> [Goal of the exercise]: Repeat every entry exactly as it appears.

++++++++

/// The system matrix: the normal derivative at each collocation point, in each aquifer its
/// element cuts, of every unknown jump, less 1/(K_j·c) on the diagonal of a leaky wall.
fn system_matrix(elements: &[Element], modes: &WallModes, n: usize) -> DMatrix<f64> {
    let nk = modes.lambdas.len();
    let mut a = DMatrix::<f64>::zeros(n, n);
    let mut grads = vec![[0.0; 2]; nk];
    let mut col_start = Vec::with_capacity(elements.len());
    let mut c = 0;
    for el in elements {
        col_start.push(c);
        c += el.cut.len();
    }
    let mut row = 0;
    for el in elements {
        let x = el.seg.midpoint();
        let nrm = el.seg.normal();
        for (e2, other) in elements.iter().enumerate() {
            for (k, g) in grads.iter_mut().enumerate() {
                *g = other.pieces.iter().fold([0.0, 0.0], |acc, (s, f)| {
                    let (_, d) = doublet(s, modes.lambdas[k], x);
                    [acc[0] + f * d[0], acc[1] + f * d[1]]
                });
            }
            for (r, &(j, _)) in el.cut.iter().enumerate() {
                for (c2, &(j2, _)) in other.cut.iter().enumerate() {
                    let ratio = modes.sqrt_t[j] / modes.sqrt_t[j2];
                    let v: f64 = (0..nk)
                        .map(|k| {
                            modes.vectors[(j, k)]
                                * modes.vectors[(j2, k)]
                                * (nrm[0] * grads[k][0] + nrm[1] * grads[k][1])
                        })
                        .sum();
                    a[(row + r, col_start[e2] + c2)] = ratio * v;
                }
            }
        }
        for (r, &(_, g)) in el.cut.iter().enumerate() {
            a[(row + r, row + r)] -= g;
        }
        row += el.cut.len();
    }
    a
}
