import type { ReactNode } from 'react';

import { useDocumentTitle } from '@/hooks/use-document-title';

export interface PageHeaderProps {
  title: string;
  description?: ReactNode;
  actions?: ReactNode;
}

/** The title block at the top of every page; also sets the browser tab title. */
export function PageHeader({ title, description, actions }: PageHeaderProps) {
  useDocumentTitle(title);
  return (
    <div className="tc-page-header">
      <div>
        <h1 className="tc-page-title">{title}</h1>
        {description ? <p className="tc-page-description">{description}</p> : null}
      </div>
      {actions ? <div className="tc-page-actions">{actions}</div> : null}
    </div>
  );
}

++++++++

> [Answer space]:
/// The system matrix: the normal derivative at each collocation point, in each aquifer its
/// element cuts, of every unknown jump, less 1/(K_j·c) on the diagonal of a leaky wall.
fn system_matrix(elements: &[Element], modes: &WallModes, n: usize) -> DMatrix<f64> {
    let nk = modes.lambdas.len();
    let mut a = DMatrix::<f64>::zeros(n, n);
    let mut grads = vec![[0.0; 2]; nk];
    let mut col_start = Vec::with_capacity(elements.len());
    let mut c = 0;
    for el in elements {
        col_start.push(c);
        c += el.cut.len();
    }
    let mut row = 0;
    for el in elements {
        let x = el.seg.midpoint();
        let nrm = el.seg.normal();
        for (e2, other) in elements.iter().enumerate() {
            for (k, g) in grads.iter_mut().enumerate() {
                *g = other.pieces.iter().fold([0.0, 0.0], |acc, (s, f)| {
                    let (_, d) = doublet(s, modes.lambdas[k], x);
                    [acc[0] + f * d[0], acc[1] + f * d[1]]
                });
            }
            for (r, &(j, _)) in el.cut.iter().enumerate() {
                for (c2, &(j2, _)) in other.cut.iter().enumerate() {
                    let ratio = modes.sqrt_t[j] / modes.sqrt_t[j2];
                    let v: f64 = (0..nk)
                        .map(|k| {
                            modes.vectors[(j, k)]
                                * modes.vectors[(j2, k)]
                                * (nrm[0] * grads[k][0] + nrm[1] * grads[k][1])
                        })
                        .sum();
                    a[(row + r, col_start[e2] + c2)] = ratio * v;
                }
            }
        }
        for (r, &(_, g)) in el.cut.iter().enumerate() {
            a[(row + r, row + r)] -= g;
        }
        row += el.cut.len();
    }
    a
}
import type { ReactNode } from 'react';

import { useDocumentTitle } from '@/hooks/use-document-title';

export interface PageHeaderProps {
  title: string;
  description?: ReactNode;
  actions?: ReactNode;
}

/** The title block at the top of every page; also sets the browser tab title. */
export function PageHeader({ title, description, actions }: PageHeaderProps) {
  useDocumentTitle(title);
  return (
    <div className="tc-page-header">
      <div>
        <h1 className="tc-page-title">{title}</h1>
        {description ? <p className="tc-page-description">{description}</p> : null}
      </div>
      {actions ? <div className="tc-page-actions">{actions}</div> : null}
    </div>
  );
}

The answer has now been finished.